PING [Patch][Middle-end]Add -fzero-call-used-regs=[skip|used-gpr|all-gpr|used|all]

Qing Zhao QING.ZHAO@ORACLE.COM
Tue Sep 15 15:05:46 GMT 2020



> On Sep 15, 2020, at 4:11 AM, Richard Sandiford <richard.sandiford@arm.com> wrote:
> 
> Qing Zhao <QING.ZHAO@ORACLE.COM <mailto:QING.ZHAO@ORACLE.COM>> writes:
>>> On Sep 14, 2020, at 2:20 PM, Richard Sandiford <richard.sandiford@arm.com> wrote:
>>> 
>>> Qing Zhao <QING.ZHAO@ORACLE.COM <mailto:QING.ZHAO@ORACLE.COM>> writes:
>>>>> On Sep 14, 2020, at 11:33 AM, Richard Sandiford <richard.sandiford@arm.com> wrote:
>>>>> 
>>>>> Qing Zhao <QING.ZHAO@ORACLE.COM> writes:
>>>>>>> Like I mentioned earlier though, passes that run after
>>>>>>> pass_thread_prologue_and_epilogue can use call-clobbered registers that
>>>>>>> weren't previously used.  For example, on x86_64, the function might
>>>>>>> not use %r8 when the prologue, epilogue and returns are generated,
>>>>>>> but pass_regrename might later introduce a new use of %r8.  AIUI,
>>>>>>> the “used” version of the new command-line option is supposed to clear
>>>>>>> %r8 in these circumstances, but it wouldn't do so if the data was
>>>>>>> collected at the point that the return is generated.
>>>>>> 
>>>>>> Thanks for the information.
>>>>>> 
>>>>>>> 
>>>>>>> That's why I think it's more robust to do this later (at the beginning
>>>>>>> of pass_late_compilation) and insert the zeroing before returns that
>>>>>>> already exist.
>>>>>> 
>>>>>> Yes, looks like it’s not correct to insert the zeroing at the time when prologue, epilogue and return are generated.
>>>>>> As I also checked, “return” might be also generated as late as pass “pass_delay_slots”,  So, shall we move the
>>>>>> New pass as late as possible?
>>>>> 
>>>>> If we insert the zeroing before pass_delay_slots and describe the
>>>>> result correctly, pass_delay_slots should do the right thing.
>>>>> 
>>>>> Describing the result correctly includes ensuring that the cleared
>>>>> registers are treated as live on exit from the function, so that the
>>>>> zeroing doesn't get deleted again, or skipped by pass_delay_slots.
>>>> 
>>>> In the current implementation for x86, when we generating a zeroing insn as the following:
>>>> 
>>>> (insn 18 16 19 2 (set (reg:SI 1 dx)
>>>>       (const_int 0 [0])) "t10.c":11:1 -1
>>>>    (nil))
>>>> (insn 19 18 20 2 (unspec_volatile [
>>>>           (reg:SI 1 dx)
>>>>       ] UNSPECV_PRO_EPILOGUE_USE) "t10.c":11:1 -1
>>>>    (nil))
>>>> 
>>>> i.e, after each zeroing insn, the register that is zeroed is marked as “UNSPECV_PRO_EPILOGUE_USE”, 
>>>> By doing this, we can avoid this zeroing insn from being deleted or skipped. 
>>>> 
>>>> Is doing this enough to describe the result correctly?
>>>> Is there other thing we need to do in addition to this?
>>> 
>>> I guess that works, but I think it would be better to abstract
>>> EPILOGUE_USES into a new target-independent wrapper function that
>>> (a) returns true if EPILOGUE_USES itself returns true and (b) returns
>>> true for registers that need to be zero on return, if the zeroing
>>> instructions have already been inserted.  The places that currently
>>> test EPILOGUE_USES should then test this new wrapper function instead.
>> 
>> Okay, I see. 
>> Looks like that EPILOGUE_USES is used in df-scan.c to compute the data flow information.

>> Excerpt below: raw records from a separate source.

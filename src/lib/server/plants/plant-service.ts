/**
 * The rules of a gardener's plant: who may see and change it, the milestone log with its date
 * rules, divisions, and the plant's settings. Every change re-times the stored plan through
 * `regeneratePlan` inside the same transaction, so a refused change writes nothing.
 */
import { isPlantStage, parseIsoDate, type Units } from '$lib/care';
import { plantAccess } from '$lib/plants/access';
import { bunchMassGrams, MILESTONE_BOUNDS, type LossReason, type MilestoneKind } from '$lib/plants/milestones';
import type { ChangeCause } from '$lib/plants/changes';
import type { MilestoneInput, MilestonePatch, PlantPatch } from '$lib/schema/plant';
import { AGE_MAX_WEEKS } from '$lib/schema/plan';
import { formatDay, generationLabel, stageLabel } from '$lib/plan-text';
import { stageGuideHref } from '$lib/stage-guides';
import { agendaFor } from '$lib/plants/agenda';
import { stepFromStored } from '$lib/plants/plan-diff';
import { describeCause, describeShift } from '$lib/plants/changes';
import { LOSS_REASON_LABELS, MILESTONE_LABELS, bunchMassText, currentGeneration } from '$lib/plants/milestones';
import { photoUrls } from './json';
import { plansRepository } from '../plans/repository';
import type { AuthUser } from '../auth/guard';
import { catalogueService } from '../catalogue/service';
import { nurseryService } from '../nursery/service';
import { todayIso } from '../plan-preview';
import { UserFacingError } from '../errors';
import type { Tx } from '../db/tx';
import { regeneratePlan, type Regeneration } from '../plans/regenerate';
import { uploads, type StagedUpload, type UploadService } from '../uploads';
import { plantRepository, type MilestoneRow, type PlantRow, type PlantRepository } from './plant-repository';

export interface PlantServiceDeps {
	repo: PlantRepository;
	regenerate: (tx: Tx, plantId: number, cause: ChangeCause) => Promise<Regeneration | null>;
	uploads: UploadService;
	climateBySlug: (slug: string) => Promise<{ id: number } | undefined>;
	/** Today in the nursery's time zone. */
	today: () => Promise<string>;
}

type Viewer = Pick<AuthUser, 'id' | 'role'>;

const NOT_FOUND = () => new UserFacingError('id', 'No such plant', 404);
const READ_ONLY = () => new UserFacingError('plant', 'Nursery staff see plants read-only: only the gardener can change a plant', 403);

/** What a milestone of this kind keeps; values of other kinds are dropped. */
function kindValues(kind: MilestoneKind, m: { leaves?: number; hands?: number; bunchMass?: number; reason?: LossReason }, units: Units) {
	const grams = m.bunchMass === undefined ? undefined : bunchMassGrams(m.bunchMass, units);
	if (grams !== undefined && grams > MILESTONE_BOUNDS.bunchMassKg.max * 1000) {
		throw new UserFacingError('bunchMass', `That is heavier than any bunch (over ${MILESTONE_BOUNDS.bunchMassKg.max} kg): check the weight`);
	}
	return {
		leaves: kind === 'leaves' ? (m.leaves ?? null) : null,
		hands: kind === 'harvest' ? (m.hands ?? null) : null,
		bunchMassG: kind === 'harvest' ? (grams ?? null) : null,
		lossReason: kind === 'lost' ? (m.reason ?? null) : null
	};
}

/** The date rules of the log: not before planting, not after today, a harvest not before its stem's flower. */
function checkDay(plant: PlantRow, on: string, today: string, kind: MilestoneKind, generation: number, others: MilestoneRow[]) {
	if (!plant.plantedOn) throw new UserFacingError('on', 'Set the planting date before logging what happened');
	if (on < plant.plantedOn) throw new UserFacingError('on', `Give a day on or after planting (${formatDay(plant.plantedOn)})`);
	if (on > today) throw new UserFacingError('on', `Give a day no later than today (${formatDay(today)})`);
	const sameStem = others.filter((o) => o.generation === generation);
	const shot = sameStem.filter((o) => o.kind === 'shooting').map((o) => o.on).sort().at(-1);
	const harvested = sameStem.filter((o) => o.kind === 'harvest').map((o) => o.on).sort()[0];
	if (kind === 'harvest' && shot && on < shot) throw new UserFacingError('on', `The flower on this stem was logged on ${formatDay(shot)}: the harvest comes after it`);
	if (kind === 'shooting' && harvested && on > harvested) throw new UserFacingError('on', `This stem's harvest was logged on ${formatDay(harvested)}: the flower comes before it`);
}

/** Weeks from the follower's emergence (logged or forecast) to its division, within the age a plan accepts. */
function ageAtDivisionWeeks(followersOn: string | undefined, on: string): number {
	if (!followersOn) return 0;
	const weeks = Math.round((parseIsoDate(on) - parseIsoDate(followersOn)) / 7);
	return Math.min(AGE_MAX_WEEKS, Math.max(0, weeks));
}

export function createPlantService(deps: PlantServiceDeps) {
	const { repo } = deps;

	/** The plant if the viewer may see it; another gardener's plant does not exist for them. */
	async function visible(viewer: Viewer, plantId: number) {
		const found = await repo.plant(plantId);
		if (!found) throw NOT_FOUND();
		const access = plantAccess(viewer, found.plant);
		if (access === 'none') throw NOT_FOUND();
		return { ...found, access };
	}

	async function editable(viewer: Viewer, plantId: number) {
		const found = await visible(viewer, plantId);
		if (found.access !== 'edit') throw READ_ONLY();
		return found;
	}

	async function milestoneOf(viewer: Viewer, plantId: number, milestoneId: number, edit: boolean) {
		const found = edit ? await editable(viewer, plantId) : await visible(viewer, plantId);
		const milestone = await repo.milestone(plantId, milestoneId);
		if (!milestone) throw new UserFacingError('milestoneId', 'No such milestone', 404);
		return { ...found, milestone };
	}

	/** Runs a write and its regeneration in one transaction; staged photos are removed if it fails. */
	async function inTransaction<T>(staged: StagedUpload | undefined, work: (tx: Tx) => Promise<T>): Promise<T> {
		try {
			return await repo.transaction(work);
		} catch (e) {
			await staged?.discard();
			throw e;
		}
	}

	return {
		visible,

		/** The plant as its API shows it: the row, its milestones and its stored steps with their uids. */
		async detail(viewer: Viewer, plantId: number) {
			const found = await visible(viewer, plantId);
			const [milestones, steps] = await Promise.all([repo.milestones(plantId), repo.steps(plantId)]);
			return { ...found, milestones, steps };
		},

		/** Everything the plant page shows, from the stored plan (nothing is recomputed here). */
		async page(viewer: Viewer, plantId: number) {
			const found = await visible(viewer, plantId);
			const { plant } = found;
			const units = plant.units ?? 'metric';
			const [rows, milestones, changes, family, today] = await Promise.all([
				repo.steps(plantId),
				repo.milestones(plantId),
				plansRepository.lastChanges(repo.connection, plantId),
				repo.family(plant.id, plant.parentPlantId),
				deps.today()
			]);
			const steps = rows.map(stepFromStored);
			const titleOf = new Map(rows.map((r) => [r.uid, r.title]));
			const generation = currentGeneration(milestones);
			return {
				plant: {
					id: plant.id,
					cultivarName: found.cultivarName,
					plantedOn: plant.plantedOn,
					ageAtPlantingWeeks: plant.ageAtPlantingWeeks,
					climateName: found.climateName ?? (plant.customMonthlyMeanC ? 'your own monthly means' : null),
					climateSlug: found.climateSlug,
					units,
					archived: plant.archivedAt !== null,
					gardenerName: found.gardenerName,
					stageLabel: plant.stage && isPlantStage(plant.stage) ? stageLabel(plant.stage) : null,
					stageGuide: plant.stage && isPlantStage(plant.stage) ? stageGuideHref(plant.stage) : null,
					stemLabel: generationLabel(generation),
					generation
				},
				access: found.access,
				today,
				steps,
				agenda: agendaFor(steps, today),
				milestones: milestones.map((m) => ({
					id: m.id,
					kind: m.kind,
					label: MILESTONE_LABELS[m.kind],
					generation: m.generation,
					stem: generationLabel(m.generation),
					on: m.on,
					leaves: m.leaves,
					hands: m.hands,
					bunchMass: m.bunchMassG === null ? null : bunchMassText(m.bunchMassG, units),
					reason: m.lossReason ? LOSS_REASON_LABELS[m.lossReason] : null,
					reasonValue: m.lossReason,
					note: m.note,
					photo: m.photoId ? photoUrls(m.photoId) : null,
					dividedPlantId: m.dividedPlantId
				})),
				moved: changes.map((c) => ({
					title: titleOf.get(c.stepUid) ?? c.kind,
					stem: generationLabel(c.generation),
					to: c.toLikely,
					shift: describeShift(c.days),
					because: describeCause(c.cause)
				})),
				family
			};
		},

		/** Planting date, climate, units, archived: each change re-times the plan (archiving does not). */
		async update(viewer: Viewer, plantId: number, patch: PlantPatch): Promise<{ moved: Regeneration['moved'] }> {
			const { plant } = await editable(viewer, plantId);
			const values: Partial<PlantRow> = {};
			const causes: ChangeCause[] = [];
			if (patch.plantedOn !== undefined && patch.plantedOn !== plant.plantedOn) {
				values.plantedOn = patch.plantedOn;
				causes.push({ kind: 'planting-date', on: patch.plantedOn });
			}
			if (patch.climate !== undefined) {
				if (typeof patch.climate === 'string') {
					const profile = await deps.climateBySlug(patch.climate);
					if (!profile) throw new UserFacingError('climate', 'Unknown climate: choose one listed by GET /api/v1/climates, or give 12 monthly means');
					if (profile.id !== plant.climateProfileId) Object.assign(values, { climateProfileId: profile.id, customMonthlyMeanC: null });
				} else Object.assign(values, { climateProfileId: null, customMonthlyMeanC: patch.climate.monthlyMeanC });
				if ('climateProfileId' in values) causes.push({ kind: 'climate' });
			}
			if (patch.units !== undefined && patch.units !== plant.units) {
				values.units = patch.units;
				causes.push({ kind: 'units' });
			}
			if (patch.archived !== undefined) values.archivedAt = patch.archived ? (plant.archivedAt ?? new Date()) : null;
			return repo.transaction(async (tx) => {
				if (values.plantedOn) {
					const earliest = (await repo.milestones(plantId, tx))[0];
					if (earliest && earliest.on < values.plantedOn) {
						throw new UserFacingError('plantedOn', `A milestone is logged on ${formatDay(earliest.on)}: the plant was in the ground by then`);
					}
				}
				if (Object.keys(values).length > 0) await repo.updatePlant(tx, plantId, values);
				// One regeneration for all the changes, named after the first (the one a gardener changes most).
				const result = causes.length > 0 ? await deps.regenerate(tx, plantId, causes[0]!) : null;
				return { moved: result?.moved ?? [] };
			});
		},

		/** Logs a milestone (with an optional photo); a division also creates the new plant with its own plan. */
		async log(viewer: Viewer, plantId: number, input: MilestoneInput, photo?: File) {
			const { plant } = await editable(viewer, plantId);
			const today = await deps.today();
			const existing = await repo.milestones(plantId);
			checkDay(plant, input.on, today, input.kind, input.generation, existing);
			const values = kindValues(input.kind, input, plant.units ?? 'metric');
			const staged = photo && photo.size > 0 ? await deps.uploads.stage(photo, 'photo') : undefined;
			return inTransaction(staged, async (tx) => {
				const upload = staged ? await deps.uploads.record(tx, staged, { ownerId: viewer.id, purpose: 'milestone-photo', field: 'photo' }) : undefined;
				let dividedPlantId: number | null = null;
				if (input.kind === 'division') {
					const followers = (await repo.steps(plantId, tx)).find((s) => s.kind === 'followers' && s.generation === input.generation);
					const age = ageAtDivisionWeeks(followers?.likely, input.on);
					const division = await repo.insertPlant(tx, {
						cultivarId: plant.cultivarId,
						soldOn: input.on,
						ageAtSaleWeeks: age,
						claimedAt: new Date(),
						gardenerId: plant.gardenerId,
						plantedOn: input.on,
						ageAtPlantingWeeks: age,
						climateProfileId: plant.climateProfileId,
						customMonthlyMeanC: plant.customMonthlyMeanC,
						units: plant.units,
						parentPlantId: plant.id
					});
					await deps.regenerate(tx, division.id, { kind: 'created' });
					dividedPlantId = division.id;
				}
				const milestone = await repo.insertMilestone(tx, {
					plantId,
					generation: input.generation,
					kind: input.kind,
					on: input.on,
					...values,
					note: input.note ?? '',
					photoId: upload?.id ?? null,
					dividedPlantId,
					createdBy: viewer.id
				});
				const result = await deps.regenerate(tx, plantId, { kind: 'milestone-logged', milestoneKind: input.kind, on: input.on });
				return { milestone, moved: result?.moved ?? [], dividedPlantId };
			});
		},

		/** Corrects a milestone's day, values, note or photo; the plan follows. */
		async correct(viewer: Viewer, plantId: number, milestoneId: number, patch: MilestonePatch, photo?: File) {
			const { plant, milestone } = await milestoneOf(viewer, plantId, milestoneId, true);
			const on = patch.on ?? milestone.on;
			const others = (await repo.milestones(plantId)).filter((m) => m.id !== milestoneId);
			checkDay(plant, on, await deps.today(), milestone.kind, milestone.generation, others);
			const merged = {
				leaves: patch.leaves ?? milestone.leaves ?? undefined,
				hands: patch.hands ?? milestone.hands ?? undefined,
				reason: patch.reason ?? milestone.lossReason ?? undefined
			};
			const values = kindValues(milestone.kind, { ...merged, ...(patch.bunchMass !== undefined ? { bunchMass: patch.bunchMass } : {}) }, plant.units ?? 'metric');
			if (patch.bunchMass === undefined) values.bunchMassG = milestone.bunchMassG;
			const staged = photo && photo.size > 0 ? await deps.uploads.stage(photo, 'photo') : undefined;
			let removeOldPhoto: (() => Promise<void>) | undefined;
			const result = await inTransaction(staged, async (tx) => {
				const upload = staged ? await deps.uploads.record(tx, staged, { ownerId: viewer.id, purpose: 'milestone-photo', field: 'photo' }) : undefined;
				const updated = await repo.updateMilestone(tx, milestoneId, {
					on,
					...values,
					...(patch.note !== undefined ? { note: patch.note } : {}),
					...(upload ? { photoId: upload.id } : {})
				});
				if (upload && milestone.photoId) removeOldPhoto = await deps.uploads.remove(tx, milestone.photoId);
				const regen = await deps.regenerate(tx, plantId, { kind: 'milestone-corrected', milestoneKind: milestone.kind, on });
				return { milestone: updated, moved: regen?.moved ?? [] };
			});
			await removeOldPhoto?.();
			return result;
		},

		/** Deletes a milestone and its photo; a plant divided off keeps its own life. */
		async remove(viewer: Viewer, plantId: number, milestoneId: number) {
			const { milestone } = await milestoneOf(viewer, plantId, milestoneId, true);
			let removePhoto: (() => Promise<void>) | undefined;
			const result = await repo.transaction(async (tx) => {
				await repo.deleteMilestone(tx, milestoneId);
				if (milestone.photoId) removePhoto = await deps.uploads.remove(tx, milestone.photoId);
				const regen = await deps.regenerate(tx, plantId, { kind: 'milestone-deleted', milestoneKind: milestone.kind, on: milestone.on });
				return { moved: regen?.moved ?? [] };
			});
			await removePhoto?.();
			return result;
		},

		/** Whether the viewer may see a milestone photo: the same rule as the plant it belongs to. */
		async canSeePhoto(viewer: Viewer, uploadId: number): Promise<boolean> {
			const owner = await repo.milestoneOfPhoto(uploadId);
			return owner !== undefined && plantAccess(viewer, owner) !== 'none';
		}
	};
}
export type PlantService = ReturnType<typeof createPlantService>;

export const plantService = createPlantService({
	repo: plantRepository,
	regenerate: regeneratePlan,
	uploads,
	climateBySlug: catalogueService.climateBySlug,
	today: async () => todayIso(new Date(), (await nurseryService.planningContext()).timeZone)
});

If EPILOUGE_USES return true
>> for registers that need to be zeroed on return, those registers will be included in the data flow information, as a result, later
>> passes will not be able to delete them. 
>> 
>> This sounds to be a cleaner approach than the current one that marks the registers  “UNSPECV_PRO_EPILOGUE_USE”. 
>> 
>> A more detailed implementation question on this: 
>> Where should I put this new target-independent wrapper function in? Which header file will be a proper place to hold this new function?
> 
> Not a strong opinion, but: maybe df.h and df-scan.c, since this is
> really a DF query.

Okay.

> 
>>> After inserting the zeroing instructions, the pass should recompute the
>>> live-out sets based on this.
> 
> Sorry, I was wrong here.  It should *cause* the sets to be recomputed
> where necessary (rather than recompute them directly), but see below.
> 
>> Is only computing the live-out sets of the block that including the return insn enough? Or we should re-compute the whole procedure? 
>> 
>> Which utility routine I should use to recompute the live-out sets?
> 
> Inserting the instructions will cause the containing block to be marked
> dirty, via df_set_bb_dirty.  I think the pass should also call
> df_set_bb_dirty on the exit block itself, to indicate that the
> wrapper around EPILOGUE_USES has changed behaviour, but that might
> not be necessary.
> 
> This gives the df machinery enough information to work out what has changed.
> It will then propagate those changes throughout the function.  (I don't
> think any propagation would be necessary here, but if I'm wrong about that,
> then the df machinery will do whatever propagation is necessary.)
> 
> However, the convention is for a pass that uses the df machinery to call
> df_analyze first.  This call to df_analyze updates any stale df information.
> 
> So unlike what I said yesterday, the pass itself doesn't need to make sure
> that the df information is up-to-date.  It just needs to indicate what
> has changed, as above.
> 
> In the case of pass_delay_slots, pass_free_cfg has:
> 
>  /* The resource.c machinery uses DF but the CFG isn't guaranteed to be
>     valid at that point so it would be too late to call df_analyze.  */
>  if (DELAY_SLOTS && optimize > 0 && flag_delayed_branch)
>    {
>      df_note_add_problem ();
>      df_analyze ();
>    }
> 
> Any other machine-specific passes that use df already need to call
> df_analyze (if they use the df machinery).  So simply marking what
> has changed is enough (by design).

So, in this new pass, I need:

1. Call “df_analyze” in the beginning to get the up-to-data df information;
2. After generating the zero insns, mark the containing block with “df_set_bb_dirty”. 
3. mark the exit block with “df_set_bb_dirty” to indicate the wrapper around EPILOGUE_USES changed
    Behavior. (This might not need since “df_analyze” in the next pass will call EPILOGUE_USES automatically? )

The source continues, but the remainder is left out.